- Extracted information
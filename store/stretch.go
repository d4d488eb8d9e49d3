package store

import (
	"context"
	"fmt"
)

// The words of trials go into their index a stretch at a time: each trial alone would cost as much again as logging it.
// A search reads the few trials since the last stretch as they are.
const (
	stretchTrials = 256     // logged one at a time, by any number of programs
	bulkTrials    = 4096    // in one transaction
	stretchBytes  = 1 << 20 // of their text
)

const (
	selectIndexed = `SELECT ifnull(max(last), 0) FROM stretch`
	insertWords   = `INSERT INTO trial_word (rowid, part, note)
  SELECT seq, part, note FROM trial WHERE seq > ? AND seq <= ? AND (part IS NOT NULL OR note IS NOT NULL) ORDER BY seq`
	insertStretch = `INSERT INTO stretch (last, oldest, newest) SELECT ?, min(at), max(at) FROM trial WHERE seq > ? AND seq <= ?`
)

// index is told of each trial logged, its seq and how many bytes of words it has, and closes a stretch where one is long enough.
func (w *writer) index(ctx context.Context, seq int64, bytes int) error {
	w.loose += bytes
	w.logged++
	w.trial = seq
	enough := int64(stretchTrials)
	if w.logged > stretchTrials {
		enough = bulkTrials
	}
	if seq-w.indexed < enough && w.loose < stretchBytes {
		return nil
	}
	s, err := w.stmt(ctx, selectIndexed)
	if err != nil {
		return err
	}
	if err := s.QueryRowContext(ctx).Scan(&w.indexed); err != nil {
		return err
	}
	if seq-w.indexed < enough && w.loose < stretchBytes {
		return nil // another program, or this one before, closed a stretch
	}
	return w.closeStretch(ctx, seq)
}

// closeStretch puts the words of all trials up to last into the index.
func (w *writer) closeStretch(ctx context.Context, last int64) error {
	if _, err := w.insert(ctx, insertWords, w.indexed, last); err != nil {
		return fmt.Errorf("index the words: %w", err)
	}
	if _, err := w.insert(ctx, insertStretch, last, w.indexed, last); err != nil {
		return fmt.Errorf("index the words: %w", err)
	}
	w.indexed, w.loose = last, 0
	return nil
}

// endStretch closes a stretch that a long transaction leaves open.
func (w *writer) endStretch(ctx context.Context) error {
	if w.logged < stretchTrials || w.trial-w.indexed < stretchTrials {
		return nil
	}
	return w.closeStretch(ctx, w.trial)
}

- Exercise directions
The answer should consist of all lines from the records above that hold the word "insertStretch".

- Final answer
	insertStretch = `INSERT INTO stretch (last, oldest, newest) SELECT ?, min(at), max(at) FROM trial WHERE seq > ? AND seq <= ?`
	if _, err := w.insert(ctx, insertStretch, last, w.indexed, last); err != nil {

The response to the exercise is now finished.